── DATA EXTRACT ──
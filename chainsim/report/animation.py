"""Writes the motion of a run as GIF (Pillow) or MP4 (ffmpeg, where it is installed)."""

from __future__ import annotations

import shutil
import subprocess
from collections.abc import Iterator
from pathlib import Path
from typing import Any

import numpy as np
from PIL import Image

from chainsim.errors import CallError
from chainsim.report.drawing import draw_lift, drawing_parts
from chainsim.report.playback import chosen_samples
from chainsim.report.style import new_figure, plot_style

MAX_FRAMES = 500
"""Most frames of an animation [dimensionless]; each takes about a tenth of a second to draw."""

HEIGHT = 6.0
"""Height of a frame [inch]."""

DOTS = 100
"""Resolution of a frame [dots per inch]."""


def animate(rec: Any, path: str | Path, rate: float = 20.0, speed: float = 1.0) -> Path:
    """Write the motion of a run as a moving picture.

    Parameters
    ----------
    rec : Recording
        The run.
    path : str or Path
        File to write, ending in ``.gif`` or ``.mp4``.
    rate : float
        Pictures per second shown [1/s]; fewer where the run would need more than `MAX_FRAMES`.
    speed : float
        Seconds of the run per second shown [dimensionless].

    Returns
    -------
    Path
        The file written.

    Raises
    ------
    CallError
        If the ending is another one, or an MP4 is asked for and ffmpeg is not installed.
    """
    path = Path(path)
    write = {".gif": _write_gif, ".mp4": _write_mp4}.get(path.suffix.lower())
    if write is None:
        raise CallError(f"animation '{path.name}': the ending must be .gif or .mp4")
    span = float(rec.time[-1] - rec.time[0]) / speed
    rate = min(rate, max(MAX_FRAMES / max(span, 1e-9), 1.0))
    samples = chosen_samples(rec.time, [], rate / speed)[:-1]
    write(_pictures(rec, samples), path, rate)
    return path


def _pictures(rec: Any, samples: np.ndarray) -> Iterator[Image.Image]:
    """Yield a picture of the lift at each of the samples."""
    parts = drawing_parts(rec)
    left, bottom, right, top = parts.box
    width = min(max(HEIGHT * (right - left) / (top - bottom) + 1.0, 2.4), 9.0)
    with plot_style():
        figure, (axes,) = new_figure(width=width, height=HEIGHT)
        figure.set_dpi(DOTS)
        for sample in samples:
            for artist in (*axes.lines, *axes.collections, *axes.patches):
                artist.remove()
            draw_lift(axes, rec, int(sample), parts)
            axes.set_title(f"{rec.time[sample]:.2f} s")
            figure.canvas.draw()
            figure.set_layout_engine("none")  # the first picture has fixed the layout for all
            pixels = np.asarray(figure.canvas.buffer_rgba())[..., :3]  # type: ignore[attr-defined]
            even = pixels[: pixels.shape[0] // 2 * 2, : pixels.shape[1] // 2 * 2]
            yield Image.fromarray(np.ascontiguousarray(even))


def _write_gif(frames: Iterator[Image.Image], path: Path, rate: float) -> None:
    """Write pictures as GIF that repeats without end."""
    images = [frame.quantize(64) for frame in frames]
    duration = max(round(1000.0 / rate), 20)
    images[0].save(path, save_all=True, append_images=images[1:], duration=duration, loop=0)


def _write_mp4(frames: Iterator[Image.Image], path: Path, rate: float) -> None:
    """Write pictures as MP4 by ffmpeg."""
    program = shutil.which("ffmpeg")
    if program is None:
        raise CallError(
            f"animation '{path.name}': MP4 needs ffmpeg, which is not installed; use .gif"
        )
    first = next(frames)
    size = f"{first.width}x{first.height}"
    command = [program, "-y", "-loglevel", "error", "-f", "rawvideo", "-pix_fmt", "rgb24"]
    command += ["-s", size, "-r", f"{rate:.6g}", "-i", "-", "-pix_fmt", "yuv420p"]
    command += ["-preset", "veryfast", str(path)]
    with subprocess.Popen(command, stdin=subprocess.PIPE, stderr=subprocess.PIPE) as process:
        assert process.stdin is not None
        process.stdin.write(first.tobytes())
        for frame in frames:
            process.stdin.write(frame.tobytes())
        _, errors = process.communicate()
    if process.returncode:
        text = errors.decode(errors="replace").strip().splitlines()
        raise CallError(
            f"animation '{path.name}': ffmpeg failed: {text[-1] if text else 'no reason'}"
        )
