"""The cautions of a lift, each with the figure that belongs to it."""

from __future__ import annotations

import math
from typing import Any, NamedTuple

import numpy as np

from chainsim.analysis.survey import Survey, survey
from chainsim.report.text import quantity, significant

STANDING = 1e-3
"""Chain speed below which a lift counts as standing [m/s]."""


class Caution(NamedTuple):
    """One caution.

    Attributes
    ----------
    title, text : str
        What can hurt, and how much of it.
    """

    title: str
    text: str


def cautions(rec: Any) -> list[Caution]:
    """Return the cautions for a recorded lift.

    Parameters
    ----------
    rec : Recording
        The run.
    """
    s = survey(rec)
    found = [falling_ball(s), hung_mass(s), stored_energy(s), pull(s)]
    found += [overrun(s), run_back(s), nip_places(s), reach(s)]
    return [caution for caution in found if caution is not None]


def fall_height(s: Survey) -> float:
    """Return the height from the foot of the lowest to the top of the highest wrap [m]."""
    y = s.center[0, :, 1]
    return float((y + s.seat_radius).max() - (y - s.seat_radius).min())


def falling_ball(s: Survey) -> Caution | None:
    """Energy of a ball that falls from the head."""
    balls = s.scenario.balls
    if balls is None:
        return None
    height = fall_height(s)
    gravity = s.scenario.frame.gravity
    energy = balls.mass * gravity * height
    speed = math.sqrt(2.0 * gravity * height)
    return Caution(
        "A ball that falls",
        f"From the head to the foot of the lift ({quantity(height, 'm')}) a ball of "
        f"{quantity(balls.mass, 'kg')} arrives with {quantity(energy, 'J')} at "
        f"{quantity(speed, 'm s-1')}, more if the lift stands above the floor. "
        "Guard the fall on both sides of the lift.",
    )


def hung_mass(s: Survey) -> Caution | None:
    """What hangs, and how far it drops if the chain parts."""
    gravity = s.scenario.frame.gravity
    parts = []
    for sprocket in s.scenario.sprocket:
        mount = sprocket.mount
        if mount.kind not in ("hung", "arm", "sliding", "counterweight", "spring"):
            continue
        mass = mount.mass
        what = f"{quantity(mass, 'kg')} at sprocket {sprocket.name}"
        if mount.kind == "counterweight":
            what += f" and a counterweight of {quantity(mount.weight, 'kg')}"
            mass += mount.weight
        if mass <= 0.0:
            continue
        if mount.stops is None:
            drop = "without a stop: it drops until something else catches it"
        elif mount.kind == "arm":
            drop = f"stopped after {quantity(mount.stops[1] - mount.stops[0], 'rad')} of swing"
        else:
            travel = mount.stops[1] - mount.stops[0]
            energy = mass * gravity * travel
            drop = f"with {quantity(travel, 'm')} between its stops, {quantity(energy, 'J')}"
        parts.append(f"{what}, {drop}")
    if not parts:
        return None
    return Caution(
        "Hung masses",
        "If the chain parts or is opened, what it carries falls: "
        + "; ".join(parts)
        + ". Support it "
        "before working on the chain, and keep hands and feet from below it.",
    )


def stored_energy(s: Survey) -> Caution | None:
    """Energy in take-up springs and in the stretched chain."""
    springs = [
        0.5 * sprocket.mount.set_force**2 / sprocket.mount.rate
        for sprocket in s.scenario.sprocket
        if sprocket.mount.kind == "spring" and sprocket.mount.rate
    ]
    stored = s.channel("energy/stored")
    parts = []
    if springs:
        parts.append(f"{quantity(sum(springs), 'J')} in the take-up springs as they are set")
    if stored is not None and np.isfinite(stored).any():
        parts.append(
            f"up to {quantity(float(np.nanmax(stored)), 'J')} in springs, links and contacts "
            "during the run"
        )
    if not parts:
        return None
    text = " and ".join(parts)
    return Caution(
        "Stored energy", f"{text[0].upper()}{text[1:]}. Let it off before opening the chain."
    )


def pull(s: Survey) -> Caution:
    """Pull of the chain when something stops it."""
    drive = s.scenario.drive
    driven = s.sprocket_names.index(drive.sprocket)
    torque = stall_torque(drive)
    seen = s.rec.extremes.get("link_tension")
    parts = []
    if torque is None:
        parts.append(
            "This scenario sets a speed and no largest torque, so that a jam is pulled until "
            "something gives way: fit a motor or a clutch that limits it, and simulate that"
        )
    else:
        force = torque / float(s.seat_radius[driven])
        parts.append(
            f"At stall the drive gives {quantity(torque, 'N m')} at its sprocket, a pull of about "
            f"{quantity(force, 'N')} in the chain on top of its own tension"
        )
    if seen is not None:
        jammed = any(event.kind == "jam" for event in s.scenario.event)
        when = "with the jam that was simulated" if jammed else "without any jam"
        parts.append(
            f"the highest link tension of this run, {when}, was {quantity(seen.value, 'N')}"
        )
    text = "; ".join(parts)
    return Caution(
        "Pull at a stall or jam", f"{text}. A finger between chain and sprocket feels it."
    )


def stall_torque(drive: Any) -> float | None:
    """Return the largest torque of a drive at its sprocket [N m], None where nothing limits it."""
    motor = drive.motor
    if drive.kind == "motor" and motor is not None and motor.stall_torque:
        return float(motor.stall_torque * motor.gear_ratio * motor.gear_efficiency)
    return drive.max_torque


def _travel_after(s: Survey, start: float) -> np.ndarray:
    """Return the travel of the chain from a moment on, by its driven sprocket, shape (n,) [m]."""
    after = s.time >= start
    return np.cumsum(s.drive_speed[after]) * s.interval


def overrun(s: Survey) -> Caution | None:
    """How far the lift runs on after it was told to stop."""
    stops = [event.at for event in s.scenario.event if event.kind == "stop"]
    stops += [event.time for event in s.rec.events if event.kind == "stop"]
    if not stops:
        return Caution(
            "Overrun",
            "No stop was simulated, so nothing is known here of how far the lift runs on.",
        )
    start = min(stops)
    after = s.time >= start
    speed = np.abs(s.drive_speed[after])
    standing = np.flatnonzero(speed < STANDING)
    if not len(standing):
        return Caution(
            "Overrun", "After the stop that was simulated the lift had not come to rest."
        )
    end = int(standing[0])
    run_on = float(np.max(np.abs(_travel_after(s, start)[: end + 1])))
    return Caution(
        "Overrun",
        f"After the stop at {start:.2f} s the chain ran on by {quantity(run_on, 'm')} in "
        f"{significant(end * s.interval)} s.",
    )


def run_back(s: Survey) -> Caution | None:
    """How far a loaded lift runs back when its supply is cut."""
    cuts = [event.at for event in s.scenario.event if event.kind == "supply_cut"]
    if not cuts:
        return Caution(
            "Run-back",
            "No cut of the supply was simulated: whether the loaded lift then runs back is not "
            "known from this run.",
        )
    travel = _travel_after(s, cuts[0])
    peak = np.maximum.accumulate(travel)
    back = float(np.max(peak - travel)) if len(travel) else 0.0
    held = "it stood" if back < 0.5 * s.pitch else f"the chain ran back by {quantity(back, 'm')}"
    return Caution("Run-back", f"After the supply was cut at {cuts[0]:.2f} s, {held}.")


def nip_places(s: Survey) -> Caution:
    """Where the chain draws things in."""
    places = []
    for strand in s.strands:
        x, y = 1e3 * s.center[0, strand.end]
        name = s.sprocket_names[strand.end]
        places.append(
            f"where strand {strand.name} meets sprocket {name} (near x {x:.0f}, y {y:.0f} mm)"
        )
    return Caution(
        "Nip places",
        "Running forward the chain draws in "
        + "; ".join(places)
        + ". Running in reverse it does so at "
        "the other end of each strand. Carriers also pass fixed edges, the chute and the trough "
        "closely.",
    )


def reach(s: Survey) -> Caution:
    """Motors that restart, and what a visitor can reach."""
    speed = s.steady_speed if np.isfinite(s.steady_speed) else float(np.nanmax(s.drive_speed))
    return Caution(
        "Restart and reach",
        "A motor may start without warning when its supply returns; switch off and secure it "
        f"before reaching in. The carriers move at {quantity(speed, 'm s-1')}; keep all of it "
        "beyond a visitor's reach or behind a guard.",
    )
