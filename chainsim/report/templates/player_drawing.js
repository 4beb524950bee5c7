// ---- drawing ----
const nPins = scene.pins;
const INK = "#17232b";
const FAINT = "#5c6a72";

function pinAt(i) {
  return [value("pins", 2 * i), value("pins", 2 * i + 1)];
}

function ballAt(slot) {
  const number = raw("ball_number", slot, now.frame);
  if (number === 65535) return null;
  const read = raw("ball_number", slot, now.next) === number ? value : frozen;
  return {
    number: number,
    at: [read("balls", 2 * slot), read("balls", 2 * slot + 1)],
    angle: angle("ball_angle", slot),
    state: raw("ball_state", slot, now.frame),
  };
}

function fitCanvas(canvas) {
  const ratio = window.devicePixelRatio || 1;
  const box = canvas.getBoundingClientRect();
  const width = Math.max(Math.round(box.width * ratio), 1);
  const height = Math.max(Math.round(box.height * ratio), 1);
  if (canvas.width !== width || canvas.height !== height) {
    canvas.width = width;
    canvas.height = height;
  }
  return ratio;
}

function projection(canvas, box) {
  const pad = 10 * (window.devicePixelRatio || 1);
  const scale = Math.min(
    (canvas.width - 2 * pad) / (box[2] - box[0]), (canvas.height - 2 * pad) / (box[3] - box[1]));
  const middle = [(box[0] + box[2]) / 2, (box[1] + box[3]) / 2];
  const side = scene.mirror ? -1 : 1;
  return {
    scale: scale,
    side: side,
    x: (p) => canvas.width / 2 + side * scale * (p[0] - middle[0]),
    y: (p) => canvas.height / 2 - scale * (p[1] - middle[1]),
  };
}

function trace(context, view, points, closed) {
  context.beginPath();
  points.forEach((p, k) => {
    if (k === 0) context.moveTo(view.x(p), view.y(p));
    else context.lineTo(view.x(p), view.y(p));
  });
  if (closed) context.closePath();
}

function disc(context, view, at, radius) {
  context.beginPath();
  context.arc(view.x(at), view.y(at), Math.max(radius, 0.5), 0, 2 * Math.PI);
}

function drawStanding(context, view, ratio) {
  context.setLineDash([]);
  context.lineCap = "round";
  context.lineWidth = 2 * ratio;
  context.strokeStyle = FAINT;
  for (const line of scene.standing) {
    trace(context, view, line.points, false);
    context.stroke();
  }
}

function drawSprocket(context, view, ratio, wheel, index) {
  const center = [value("centers", 2 * index), value("centers", 2 * index + 1)];
  const turn = angle("angles", index);
  const c = Math.cos(turn);
  const s = Math.sin(turn);
  const place = (p) => [center[0] + c * p[0] - s * p[1], center[1] + s * p[0] + c * p[1]];
  context.lineWidth = ratio;
  context.strokeStyle = FAINT;
  context.fillStyle = "#e4e9ea";
  trace(context, view, wheel.outline.map(place), true);
  context.fill();
  context.stroke();
  trace(context, view, [center, place([0.8 * wheel.radius, 0])], false);
  context.stroke();
  disc(context, view, center, 0.16 * wheel.radius * view.scale);
  context.fillStyle = INK;
  context.fill();
  if (wheel.moves) drawTravel(context, view, ratio, wheel, center);
  if (wheel.weight) drawWeight(context, view, ratio, wheel, index, center);
}

function drawTravel(context, view, ratio, wheel, center) {
  const size = 5 * ratio;
  const x = view.x(wheel.home);
  const y = view.y(wheel.home);
  context.strokeStyle = INK;
  context.setLineDash([]);
  context.beginPath();
  context.moveTo(x - size, y);
  context.lineTo(x + size, y);
  context.moveTo(x, y - size);
  context.lineTo(x, y + size);
  context.stroke();
  if (!wheel.hangs) return;
  const half = 0.55 * wheel.radius;
  const low = center[1] - 1.7 * wheel.radius;
  context.fillStyle = "#c9d0d3";
  trace(context, view, [center, [center[0], low]], false);
  context.stroke();
  trace(context, view, [
    [center[0] - half, low], [center[0] + half, low],
    [center[0] + half, low - half], [center[0] - half, low - half]], true);
  context.fill();
  context.stroke();
}

function drawWeight(context, view, ratio, wheel, index, center) {
  const x = wheel.home[0] + 2.6 * wheel.radius;
  const top = wheel.home[1] + 2.2 * wheel.radius;
  const y = wheel.home[1] - 1.5 * wheel.radius - value("weights", index);
  const half = 0.5 * wheel.radius;
  context.strokeStyle = INK;
  context.fillStyle = "#c9d0d3";
  context.lineWidth = ratio;
  trace(context, view, [center, [center[0], top], [x, top], [x, y]], false);
  context.stroke();
  trace(context, view, [[x - half, y], [x + half, y], [x + half, y - 2 * half], [x - half, y - 2 * half]], true);
  context.fill();
  context.stroke();
}

function drawChain(context, view, ratio, pins) {
  const look = scene.tension;
  const groups = look.colors.map(() => []);
  const pushing = [];
  for (let i = 0; i < nPins; i++) {
    const tension = value("tension", i);
    if (tension < 0) pushing.push(i);
    else {
      const share = tension / look.top;
      groups[Math.min(Math.floor(share * groups.length), groups.length - 1)].push(i);
    }
  }
  const line = (links) => {
    context.beginPath();
    for (const i of links) {
      const a = pins[i];
      const b = pins[(i + 1) % nPins];
      context.moveTo(view.x(a), view.y(a));
      context.lineTo(view.x(b), view.y(b));
    }
    context.stroke();
  };
  context.lineCap = "butt";
  groups.forEach((links, k) => {
    context.strokeStyle = look.colors[k];
    context.lineWidth = look.widths[k] * ratio;
    line(links);
  });
  context.strokeStyle = INK;
  context.lineWidth = 1.6 * ratio;
  context.setLineDash([3 * ratio, 2.2 * ratio]);
  line(pushing);
  context.setLineDash([]);
  const size = scene.roller * view.scale;
  if (size > 3 * ratio) {
    context.fillStyle = "#ffffff";
    context.strokeStyle = INK;
    context.lineWidth = ratio;
    for (const pin of pins) {
      disc(context, view, pin, size);
      context.fill();
      context.stroke();
    }
  }
  return pushing.length;
}

function onLink(pins, link, points) {
  const a = pins[link];
  const b = pins[(link + 1) % nPins];
  const length = Math.hypot(b[0] - a[0], b[1] - a[1]) || 1;
  const t = [(b[0] - a[0]) / length, (b[1] - a[1]) / length];
  return points.map((p) => [a[0] + p[0] * t[0] + p[1] * t[1], a[1] + p[0] * t[1] - p[1] * t[0]]);
}

function drawCarriers(context, view, ratio, pins) {
  context.strokeStyle = INK;
  context.lineWidth = 1.5 * ratio;
  context.lineJoin = "round";
  for (const carrier of scene.carriers) {
    trace(context, view, onLink(pins, carrier.link, scene.pockets[carrier.pocket]), false);
    context.stroke();
  }
}

function drawHeldBalls(context, view, ratio, pins) {
  if (!scene.held) return 0;
  let count = 0;
  context.lineWidth = 1.3 * ratio;
  context.strokeStyle = INK;
  context.fillStyle = "#f4ead6";
  scene.carriers.forEach((carrier, k) => {
    const loaded = raw("loaded", k, now.frame);
    if (!loaded) return;
    count += loaded;
    disc(context, view, onLink(pins, carrier.link, [scene.held])[0], scene.ball * view.scale);
    context.fill();
    context.stroke();
  });
  return count;
}

function drawBalls(context, view, ratio) {
  let count = 0;
  context.lineWidth = 1.3 * ratio;
  for (let slot = 0; slot < scene.slots; slot++) {
    const ball = ballAt(slot);
    if (!ball) continue;
    count += ball.state === 3 ? 1 : 0;
    const r = scene.ball * view.scale;
    disc(context, view, ball.at, r);
    context.fillStyle = ball.state === 3 ? "#f4ead6" : "#ffffff";
    context.fill();
    context.strokeStyle = INK;
    context.stroke();
    if (r > 3 * ratio) {
      const c = Math.cos(ball.angle);
      const s = Math.sin(ball.angle);
      const radius = scene.ball;
      trace(context, view, [ball.at, [ball.at[0] + radius * c, ball.at[1] + radius * s]], false);
      context.stroke();
    }
    if (scene.lost[ball.number] !== undefined && now.time >= scene.lost[ball.number]) {
      trace(context, view, [[ball.at[0] - scene.ball, ball.at[1] - scene.ball],
        [ball.at[0] + scene.ball, ball.at[1] + scene.ball]], false);
      context.stroke();
      trace(context, view, [[ball.at[0] - scene.ball, ball.at[1] + scene.ball],
        [ball.at[0] + scene.ball, ball.at[1] - scene.ball]], false);
      context.stroke();
    }
  }
  return count;
}

function targetPlace(pins) {
  if (!target) return null;
  if (target.kind === "sprocket") {
    return [value("centers", 2 * target.index), value("centers", 2 * target.index + 1)];
  }
  if (target.kind === "link") {
    const a = pins[target.index % nPins];
    const b = pins[(target.index + 1) % nPins];
    return [(a[0] + b[0]) / 2, (a[1] + b[1]) / 2];
  }
  if (target.kind === "ball") {
    for (let slot = 0; slot < scene.slots; slot++) {
      const ball = ballAt(slot);
      if (ball && ball.number === target.index) return ball.at;
    }
  }
  return null;
}

function drawRing(context, view, ratio, place) {
  if (!place) return;
  context.strokeStyle = "#9c2f1f";
  context.lineWidth = 1.8 * ratio;
  context.setLineDash([5 * ratio, 3 * ratio]);
  disc(context, view, place, Math.max(1.6 * scene.pitch * view.scale, 12 * ratio));
  context.stroke();
  context.setLineDash([]);
}

function drawScaleBar(context, canvas, view, ratio) {
  const wanted = (0.3 * canvas.width) / view.scale;
  const power = Math.pow(10, Math.floor(Math.log10(wanted)));
  const length = [5, 2, 1].map((k) => k * power).find((l) => l <= wanted) || power;
  const x = 10 * ratio;
  const y = canvas.height - 9 * ratio;
  context.strokeStyle = INK;
  context.fillStyle = INK;
  context.lineWidth = ratio;
  context.beginPath();
  context.moveTo(x, y - 4 * ratio);
  context.lineTo(x, y);
  context.lineTo(x + length * view.scale, y);
  context.lineTo(x + length * view.scale, y - 4 * ratio);
  context.stroke();
  context.font = 11 * ratio + "px sans-serif";
  context.fillText(Math.round(length * 1e4) / 10 + " mm", x + 3 * ratio, y - 5 * ratio);
}

function drawView(canvas, box, pins, place) {
  const ratio = fitCanvas(canvas);
  const context = canvas.getContext("2d");
  context.setTransform(1, 0, 0, 1, 0, 0);
  context.fillStyle = "#ffffff";
  context.fillRect(0, 0, canvas.width, canvas.height);
  const view = projection(canvas, box);
  drawStanding(context, view, ratio);
  scene.sprockets.forEach((wheel, k) => drawSprocket(context, view, ratio, wheel, k));
  const pushing = drawChain(context, view, ratio, pins);
  drawCarriers(context, view, ratio, pins);
  const aboard = drawHeldBalls(context, view, ratio, pins) + drawBalls(context, view, ratio);
  drawRing(context, view, ratio, place);
  drawScaleBar(context, canvas, view, ratio);
  return { pushing: pushing, aboard: aboard };
}

function closeUpBox(pins, place) {
  const chosen = closeUp.value;
  const size = 5.5 * scene.pitch;
  let middle = place;
  if (chosen !== "mark" || !middle) {
    const k = chosen === "mark" ? 0 : Number(chosen);
    const reach = Math.max(size, 1.9 * scene.sprockets[k].radius);
    middle = [value("centers", 2 * k), value("centers", 2 * k + 1)];
    return [middle[0] - reach, middle[1] - reach, middle[0] + reach, middle[1] + reach];
  }
  return [middle[0] - size, middle[1] - size, middle[0] + size, middle[1] + size];
}
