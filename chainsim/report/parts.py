"""The parts of a recorded lift that do not change in a run, as plain values for drawing."""

from __future__ import annotations

import math
from typing import Any

import numpy as np

from chainsim.model.pockets import pocket_form

OUTLINE_POINTS = 160
"""Most points of one tooth outline on the page [dimensionless]."""


WINDOW = 4096
"""Samples read at once [dimensionless], so that a long recording needs little memory."""


def sampled(rec: Any, name: str, samples: np.ndarray) -> np.ndarray:
    """Read a channel at some samples, without holding all of it.

    Parameters
    ----------
    rec : Recording
        The run.
    name : str
        Path of the channel.
    samples : ndarray of int, shape (n,)
        Rising sample numbers [dimensionless].

    Returns
    -------
    ndarray, shape (n, ...)
        Values in the unit of the channel.
    """
    pieces = []
    for start in range(0, len(rec.time), WINDOW):
        own = samples[(samples >= start) & (samples < start + WINDOW)]
        if len(own):
            pieces.append(rec.read(name, slice(start, start + WINDOW))[own - start])
    return np.concatenate(pieces)


def highest_tensions(rec: Any) -> np.ndarray:
    """Return the highest tension of any link at every sample [N], shape (n_samples,)."""
    pieces = [
        np.nanmax(rec.read("links/tension", slice(start, start + WINDOW)), axis=1)
        for start in range(0, len(rec.time), WINDOW)
    ]
    return np.concatenate(pieces)


def usual_tension(rec: Any) -> float:
    """Return the tension that is exceeded in 2 % of the samples only [N].

    The tension classes end there, so that one jerk does not make all the rest look light.
    """
    return float(np.nanpercentile(highest_tensions(rec), 98.0))


def standing_parts(rec: Any) -> list[dict]:
    """Return what stands still: walls, guides, chute and trough, as named polylines [m]."""
    parts = []
    for name in sorted(rec.names()):
        if name.startswith(("geometry/walls/", "geometry/guides/")) or name in (
            "geometry/chute",
            "geometry/trough",
        ):
            points = _finite_points(rec[name])
            if len(points) > 1:
                parts.append({"name": name.split("/", 1)[1], "points": points.round(5).tolist()})
    return parts


def _finite_points(points: np.ndarray) -> np.ndarray:
    """Return the points without the padding, shape (n, 2) [m]."""
    points = np.asarray(points, dtype=float).reshape(-1, 2)
    return points[np.isfinite(points).all(axis=1)]


def sprocket_parts(rec: Any) -> list[dict]:
    """Return name, outline, radius [m] and kind of mount of every sprocket."""
    outlines = rec["geometry/tooth_outline"]
    radii = rec["geometry/seat_radius"]
    centers = rec.read("sprockets/center", slice(0, 1))[0]
    parts = []
    for index, sprocket in enumerate(rec.scenario.sprocket):
        outline = _finite_points(outlines[index])
        stride = max(1, math.ceil(len(outline) / OUTLINE_POINTS))
        kind = sprocket.mount.kind
        moves = kind not in ("fixed", "screwed")
        home = sprocket.center if moves else centers[index]
        parts.append(
            {
                "name": sprocket.name,
                "outline": outline[::stride].round(6).tolist(),
                "radius": round(float(radii[index]), 6),
                "moves": moves,
                "hangs": kind in ("hung", "arm"),
                "weight": kind == "counterweight",
                "home": [round(float(x), 6) for x in home],
            }
        )
    return parts


def carrier_parts(rec: Any) -> tuple[list[dict], list[list]]:
    """Return link and outline number of every carrier, and the outlines [m]."""
    if "geometry/pocket_outline" not in rec:
        return [], []
    links = np.asarray(rec["geometry/carrier_link"], dtype=int)
    shapes: list[list] = []
    carriers = []
    for link, outline in zip(links, rec["geometry/pocket_outline"], strict=True):
        shape = _finite_points(outline).round(6).tolist()
        if shape not in shapes:
            shapes.append(shape)
        carriers.append({"link": int(link), "pocket": shapes.index(shape)})
    return carriers, shapes


STRAY = 0.35
"""How far beyond the standing lift a stray chain is still shown, as a share of its larger side."""


def view_box(rec: Any, parts: list[dict], standing: list[dict]) -> tuple[float, ...]:
    """Return left, bottom, right and top of what the whole view must show [m]."""
    corners = [point for line in standing for point in np.asarray(line["points"])]
    for part in parts:
        reach = 1.3 * part["radius"]
        drop = 2.4 * part["radius"] if part["hangs"] or part["weight"] else reach
        center = np.asarray(part["home"])
        corners += [center - [reach, drop], center + reach]
        if part["weight"]:
            corners.append(center + [3.2 * part["radius"], 2.4 * part["radius"]])
    low, high = np.min(corners, axis=0), np.max(corners, axis=0)
    stray = STRAY * float((high - low).max())
    pins = sampled(rec, "pins/position", np.arange(0, len(rec.time), max(1, len(rec.time) // 200)))
    reach = 0.0
    if "geometry/pocket_outline" in rec:
        reach = float(np.nanmax(np.abs(rec["geometry/pocket_outline"])))
    lowest, highest = np.nanmin(pins, axis=(0, 1)) - reach, np.nanmax(pins, axis=(0, 1)) + reach
    low = np.minimum(low, np.maximum(lowest, low - stray))
    high = np.maximum(high, np.minimum(highest, high + stray))
    return (*low, *high)


def held_seat(rec: Any) -> tuple[float, float] | None:
    """Return the center of a held ball along t and n of its link [m], None where none is held."""
    scenario = rec.scenario
    if scenario.balls is None or scenario.carriers is None or "carriers/loaded" not in rec:
        return None
    if scenario.balls.model != "fixed":
        return None
    radius = 0.5 * scenario.balls.diameter
    return pocket_form(scenario.carriers.pocket, radius, scenario.chain.pitch).seat


def n_slots(rec: Any) -> int:
    """Return the number of ball slots in a recording [dimensionless]."""
    return int(rec["balls/number"].shape[1]) if "balls/number" in rec else 0


def scalar(rec: Any, name: str) -> float:
    """Return a single stored value [m], 0 where there is none."""
    return float(np.asarray(rec[name]).reshape(-1)[0]) if name in rec else 0.0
───
WHAT IS EXPECTED: Show each line of the records above containing "isfinite".

EXERCISE OUTPUT:
    if stored is not None and np.isfinite(stored).any():
    speed = s.steady_speed if np.isfinite(s.steady_speed) else float(np.nanmax(s.drive_speed))
    return points[np.isfinite(points).all(axis=1)]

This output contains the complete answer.